Rhodes is an outstanding example of an architectural ensemble illustrating the significant period of history in which a military hospital order, founded during the Crusades, survived in the eastern Mediterranean area in a context characterized by an obsessive fear of siege. The fortifications of Rhodes, a 'Frankish' town long considered to be impregnable, exerted an influence throughout the eastern Mediterranean basin at the end of the Middle Ages.
The Order of St John of Jerusalem, also known as Hospitallers, occupied Rhodes from 1309 to 1523 and set about transforming the island capital into a fortified city able to withstand sieges as terrible as those led by the Sultan of Egypt in 1444 and Mehmet II in 1480. With the Palace of the Grand Masters, the Great Hospital and the Street of the Knights, the Upper Town is one of the most beautiful urban ensembles of the Gothic period. In the Lower Town, Gothic architecture coexists with mosques, public baths and other buildings dating from the Ottoman period. With its Frankish and Ottoman buildings, the old town of Rhodes is an important ensemble of traditional human settlement, characterized by successive and complex phenomena of acculturation.

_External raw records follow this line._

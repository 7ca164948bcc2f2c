import type { Centreline } from '~/track/centreline'
import { wrap } from '~/track/lap-frame'
import { runOfRay } from '~/track/offset-rays'
import { nearestSegment } from '~/track/segment-grid'
import { type LngLat, type Offset, offset, type Position, type Station, station } from '~/track/units'

/** Where a point lies on a centreline: metres along it and metres to its left (+) or right (−). */
export interface Location {
  readonly station: Station
  readonly offset: Offset
}

/** How much a hint weighs: a metre along the road counts as a tenth of a metre across it, and 15 m across at the most. */
const hintWeight = 0.1
const hintLimit = 15
const hintReach = hintLimit / hintWeight

/** Distance squared in m² from (px, py) to segment i. */
function squaredDistance(line: Centreline, i: number, px: number, py: number): number {
  const x = px - line.x[i]!
  const y = py - line.y[i]!
  const east = line.east[i]!
  const north = line.north[i]!
  const foot = x * east + y * north
  const whole = line.stations[i + 1]! - line.stations[i]!
  const over = foot < 0 ? foot : foot > whole ? foot - whole : 0
  const across = x * north - y * east
  return across * across + over * over
}

/** Shorter way round in metres between two places along a ring. */
const gapBetween = (from: number, to: number, length: number) => {
  const ahead = wrap(to - from, length)
  return Math.min(ahead, length - ahead)
}

/** Distance to the point, plus what the hint holds against a place that far from it along the road. */
function hintedCost(line: Centreline, i: number, px: number, py: number, hint: number): number {
  const foot = (px - line.x[i]!) * line.east[i]! + (py - line.y[i]!) * line.north[i]!
  const place = line.stations[i]! + Math.max(0, Math.min(line.stations[i + 1]! - line.stations[i]!, foot))
  const against = Math.min(hintLimit, hintWeight * gapBetween(hint, place, line.length))
  return Math.sqrt(squaredDistance(line, i, px, py)) + against
}

/** From a segment of the right branch down to that branch's own nearest segment. */
function settle(line: Centreline, start: number, px: number, py: number): number {
  let best = start
  let least = squaredDistance(line, start, px, py)
  for (const step of [1, line.count - 1]) {
    for (let i = (best + step) % line.count; ; i = (i + step) % line.count) {
      const d = squaredDistance(line, i, px, py)
      if (!(d < least)) break
      least = d
      best = i
    }
  }
  return best
}

/** The segment of least hinted cost: outward from the hint while a place further off could still win, then the nearest of all. */
function hintedSegment(line: Centreline, px: number, py: number, hint: number): number {
  const home = segmentAt(line, hint)
  let best = home
  let least = Infinity
  const look = (i: number) => {
    const cost = hintedCost(line, i, px, py, hint)
    if (cost < least) {
      least = cost
      best = i
    }
  }
  look(home)
  for (const step of [1, line.count - 1]) {
    for (let i = (home + step) % line.count; i !== home; i = (i + step) % line.count) {
      const near = step === 1 ? line.stations[i]! : line.stations[i + 1]!
      const gap = step === 1 ? wrap(near - hint, line.length) : wrap(hint - near, line.length)
      if (gap > hintReach || gap * hintWeight >= least) break
      look(i)
    }
  }
  if (least > hintLimit) look(nearest(line, px, py))
  return settle(line, best, px, py)
}

const nearest = (line: Centreline, px: number, py: number) =>
  nearestSegment(line.grid, px, py, line.count, (i) => squaredDistance(line, i, px, py))

/** Number of the segment that holds a station, 0 ≤ station < length. */
export function segmentAt(line: Centreline, value: number): number {
  let low = 0
  let high = line.count - 1
  while (low < high) {
    const middle = (low + high + 1) >> 1
    if (line.stations[middle]! <= value) low = middle
    else high = middle - 1
  }
  return low
}

/** Beyond a vertex on its outer side two segments are equally near: the line that halves the angle decides. */
function sideOfVertex(line: Centreline, i: number, px: number, py: number): number {
  const x = px - line.x[i]!
  const y = py - line.y[i]!
  const foot = x * line.east[i]! + y * line.north[i]!
  const before = (i + line.count - 1) % line.count
  const after = (i + 1) % line.count
  if (foot < 0) {
    const along = x * (line.east[i]! + line.east[before]!) + y * (line.north[i]! + line.north[before]!)
    return along < 0 ? before : i
  }
  if (foot > line.stations[i + 1]! - line.stations[i]!) {
    const qx = px - line.x[after]!
    const qy = py - line.y[after]!
    const along = qx * (line.east[i]! + line.east[after]!) + qy * (line.north[i]! + line.north[after]!)
    return along > 0 ? after : i
  }
  return i
}

/**
 * Station and offset of a position: on the nearest part of the centreline, or, with a hint, on the branch that the hint
 * speaks for where the track passes close to itself or crosses. A hint (the station expected, the last one of a trace)
 * outweighs up to 15 m of distance, so a wrong one cannot pull a point off the road it lies on. The offset is the
 * distance from the segment's line, left positive; the station is that of the ray through the point (`offset-rays.ts`),
 * so that `pointAt` leads back to the same position. A position with NaN gives NaN.
 */
export function locate(line: Centreline, lngLat: LngLat | Position, hint?: Station): Location {
  const { x, y } = line.plane.toPlane(lngLat)
  const near = hint === undefined ? nearest(line, x, y) : hintedSegment(line, x, y, wrap(hint, line.length))
  const i = sideOfVertex(line, near, x, y)
  const dx = x - line.x[i]!
  const dy = y - line.y[i]!
  const across = line.east[i]! * dy - line.north[i]! * dx
  const foot = dx * line.east[i]! + dy * line.north[i]!
  return {
    station: station(wrap(line.stations[i]! + runOfRay(line, i, foot, across), line.length)),
    offset: offset(across),
  }
}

The medieval city is located within a wall 4 km long. It is divided according to the Western classical style, with the high town to the north and the lower town south-southwest. Originally separated from the town by a fortified wall, the high town (Collachium) was entirely built by the Knights Hospitallers who, following the dissolution of the Templars in 1312, became the strongest military order in all Christendom. The order was organized into seven 'Tongues', each having its own seat. The inns of the Tongues of Italy, France, Spain and Provence lined both sides of the famous Street of the Knights, one of the finest testimonies to Gothic urbanism. Somewhat removed to the north, close to the site of the Knights' first hospice, stands the Inn of Auvergne, whose facade bears the arms of Guy de Blanchefort, Grand Master from 1512 to 1513.
The original hospice was replaced in the 15th century by the Great Hospital, built between 1440 and 1489, on the south side of the Street of the Knights; today the building is used as the archaeological museum. Located north-west of the Collachium are the Grand Masters' Palace and St John's Church. At the far eastern end of the Street of the Knights, built against the wall, is St Mary's Church, which the Knights transformed into a cathedral in the 15th century. The lower town is almost as dense with monuments as the Collachium. In 1522, with a population of 5,000, it was replete with churches, some of Byzantine construction; after 1523, most were converted into Islamic mosques.
Throughout the years, the number of palaces and charitable foundations multiplied in the south-south-east area: the Court of Commerce, the Archbishop's Palace, the Hospice of St Catherine, and others. The ramparts of the medieval city, partially erected on the foundations of the Byzantine enclosure, were constantly maintained and remodeled between the 14th and 16th centuries. Artillery firing posts were the final features to be added. At the beginning of the 16th century, in the section of the Amboise Gate, which was built on the north-western angle in 1512, the curtain wall was 12 m thick with a 4 m high parapet pierced with gun holes.
However strong, the walls of medieval Rhodes could not withstand the Ottoman artillery. An anachronic vestige of the Crusades, Rhodes finally fell in 1522 after a six-month siege carried out by Suleyman II, heading forces reportedly numbering 100,000 men. It subsequently came under Turkish and Italian rule. It was not until after the World War II, in 1947, that Rhodes and the rest of the Dodecanese islands were united with Greece.